Matthew Prince, Cloudflare’s co-founder and CEO, emphasized the significance of network performance in the AI landscape: “As AI becomes integral to our daily lives, the importance of network speeds and latency cannot be overstated. With AI workloads transitioning from training to inference, regional performance and availability will be crucial. Cloudflare’s global AI platform, supported by GPUs in cities worldwide, is set to transition AI from a novel concept to an everyday utility, much like faster internet did for smartphones.”

Key Enhancements to Cloudflare Workers AI:

– Upgraded Performance and Larger Model Support: Cloudflare’s global network now features advanced GPUs to boost AI inference performance. This upgrade enables the handling of larger models, such as Llama 3.1 70B and upcoming Llama 3.2 models with sizes ranging from 1B to 90B. The improved performance and larger context windows support more complex tasks and deliver a smoother user experience.

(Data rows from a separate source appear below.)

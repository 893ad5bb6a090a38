// The Markdown report: the HTML report's tables and words, without its drawings.
#include "sifter/report/markdown.hpp"

#include <string_view>

#include "sifter/model/format.hpp"
#include "sifter/model/printable.hpp"
#include "sifter/report/deliverable_tables.hpp"

namespace sifter::report {
namespace {

std::string md(const std::string& text) { return escape_markdown(text); }

template <typename Texts>  // std::string or SharedText
std::string list_md(const Texts& items) {
  std::string out;
  for (const std::string& i : items) out += "- " + md(i) + "\n";
  return out.empty() ? out : out + "\n";
}

std::string absent(const std::string& words) { return "*" + md(words) + "*\n\n"; }

std::string cover(const ProjectResult& r, const ReportData& d) {
  std::string out = "# " + md(r.title.empty() ? r.file : r.title) + "\n\n";
  out += "Safety instrumented functions: LOPA and SIL verification\n\n";
  out += "- date of the run: " + md(d.date) + "\n";
  out += "- input file: " + md(r.file) + "\n";
  out += "- SHA-256 of the input: `" + r.sha256 + "`\n";
  out += "- tool: sifter " + md(d.tool_version) + "\n\n";
  if (d.deliverable.document)
    out += "Document " + md(d.deliverable.document->number) + ", revision " + md(d.deliverable.document->revision) +
           "\n\n" + markdown_table(signature_table(*d.deliverable.document));
  out += "> **Caution.** " + md(kCaution) + "\n\n";
  return out;
}

std::string sif_section(const SifResult& s, const SifReportData& d) {
  std::string out = "## " + md(s.id) + (s.title.empty() ? "" : ": " + md(s.title)) + "\n\n";
  out += "**" + md(sif_verdict(s.meets_target).text) + "** · achieved " + sil_words(s.sil_achieved) +
         (s.sil_required ? ", required " + sil_words(*s.sil_required) : "") + "\n\n";
  out += "Demand mode: " + md(to_string(s.demand_mode)) + " (" + md(s.demand_mode_basis) +
         "). Target: " + md(s.target_text.empty() ? "none" : s.target_text) + ".\n\n";
  out += markdown_table(sil_table(s, d));
  if (!s.limits.empty()) {
    out += "What keeps it below its target:\n\n";
    std::vector<std::string> items;
    for (const auto& l : s.limits) items.push_back(l.kind + ": " + l.message);
    out += list_md(items);
  }
  out += markdown_table(subsystem_table(s)) + markdown_table(subsystem_parameters_table(s, d.deliverable));
  if (!s.requirement_checks.empty()) out += markdown_table(requirement_checks_table(s));
  if (d.pfd_curve) out += "PFD(t) curve drawn in the HTML report by the " + md(d.pfd_curve->engine) + ".\n\n";
  if (d.interval_sweep) out += markdown_table(interval_table(*d.interval_sweep));
  if (d.sensitivity.empty())
    out += "Sensitivity ranking: " + absent("not computed in this run.");
  else
    out += markdown_table(sensitivity_table(d.sensitivity));
  if (s.uncertainty)
    out += markdown_table(uncertainty_table(*s.uncertainty));
  else
    out += "Uncertainty: " + absent("not run.");
  return out;
}

std::string scenario_section(const ScenarioResult& s) {
  std::string out = "## " + md(s.id) + (s.title.empty() ? "" : ": " + md(s.title)) + "\n\n";
  out += "**" + md(scenario_verdict(s.meets_target).text) + "** · required RRF " + plain(s.required_rrf) + ", SIL " +
         std::to_string(s.required_sil) + "; SIF under assessment: " + md(s.sif.value_or("none")) + "\n\n";
  out += markdown_table(worksheet_table(s));
  out += "Findings:\n\n";
  std::vector<std::string> items;
  for (const auto& f : s.findings) items.push_back(to_string(f.kind) + ": " + f.message);
  out += items.empty() ? absent("none.") : list_md(items);
  return out;
}

std::string closing(const ProjectResult& r, const ReportData& d) {
  std::string out = "## Assumptions, equations and warnings\n\n### Assumptions\n\n";
  for (const auto& s : r.sifs)
    if (!s.assumptions.empty()) out += "**" + md(s.id) + "**\n\n" + list_md(s.assumptions);
  for (const auto& s : r.scenarios)
    if (!s.assumptions.empty()) out += "**" + md(s.id) + "**\n\n" + list_md(s.assumptions);
  out += "### Equations\n\n" + markdown_table(equations_table(r, d));
  const Table shared = shared_table(r);
  if (!shared.rows.empty()) out += "### Shared equipment\n\n" + markdown_table(shared);
  out += "### Warnings\n\n";
  std::vector<std::string> warnings;
  for (const auto& w : r.warnings) warnings.push_back(w.where + ": " + w.message);
  out += warnings.empty() ? absent("None.") : list_md(warnings);
  return out;
}

}  // namespace

std::string escape_markdown(const std::string& text) {
  static constexpr std::string_view kSpecial = "\\`*_[]<>|#~&";
  std::string out;
  out.reserve(text.size());
  for (char c : text) {
    if (c == '\n' || c == '\r') {
      out += ' ';
      continue;
    }
    if (kSpecial.find(c) != std::string_view::npos) out += '\\';
    out += c;
  }
  return out;
}

std::string markdown_table(const Table& t) {
  std::string out = "**" + md(t.caption) + "**\n\n|";
  for (const auto& h : t.header) out += " " + md(h) + " |";
  out += "\n|";
  for (std::size_t i = 0; i < t.header.size(); ++i) out += i < t.numeric.size() && t.numeric[i] ? " ---: |" : " --- |";
  out += "\n";
  for (const auto& row : t.rows) {
    out += "|";
    for (const auto& cell : row) out += " " + md(cell.text) + " |";
    out += "\n";
  }
  return out + "\n";
}

std::string render_markdown(const ProjectResult& r, const ReportData& d) {
  std::string out = cover(r, d);
  out += "## Summary\n\n" + markdown_table(sif_summary_table(r, d));
  if (!r.scenarios.empty()) out += markdown_table(scenario_summary_table(r));
  if (!r.risk_criteria.empty()) out += markdown_table(risk_criteria_table(r.risk_criteria));
  for (std::size_t i = 0; i < r.sifs.size(); ++i)
    out += sif_section(r.sifs[i], i < d.sifs.size() ? d.sifs[i] : SifReportData{});
  for (const auto& s : r.scenarios) out += scenario_section(s);
  out += "## Component data\n\n" + markdown_table(component_data_table(d.deliverable)) + closing(r, d);
  // User text reaches the page as written: its control characters are shown escaped, so that a
  // title cannot hide or rewrite a line for a reader who opens the file in a terminal.
  return escape_controls(out + "---\n\nWritten by sifter " + md(d.tool_version) + " on " + md(d.date) + ".\n");
}

}  // namespace sifter::report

– Enhanced Monitoring with Persistent Logs: New persistent logs in AI Gateway, available in open beta, provide developers with the ability to store and analyze users’ prompts and model responses over extended periods. This feature offers detailed insights into application performance, including request costs and durations, aiding in application refinement. Since its launch, AI Gateway has processed over two billion requests.

– Faster and More Cost-Effective Queries: Cloudflare’s vector database, Vectorize, is now generally available and has been upgraded to support indexes of up to five million vectors, up from 200,000. This enhancement has reduced median query latency to 31 milliseconds from 549 milliseconds, enabling quicker information retrieval and more affordable AI applications.

These updates position Cloudflare’s Workers AI as the most advanced and accessible platform for global AI application development, setting new standards for performance and efficiency in the AI industry.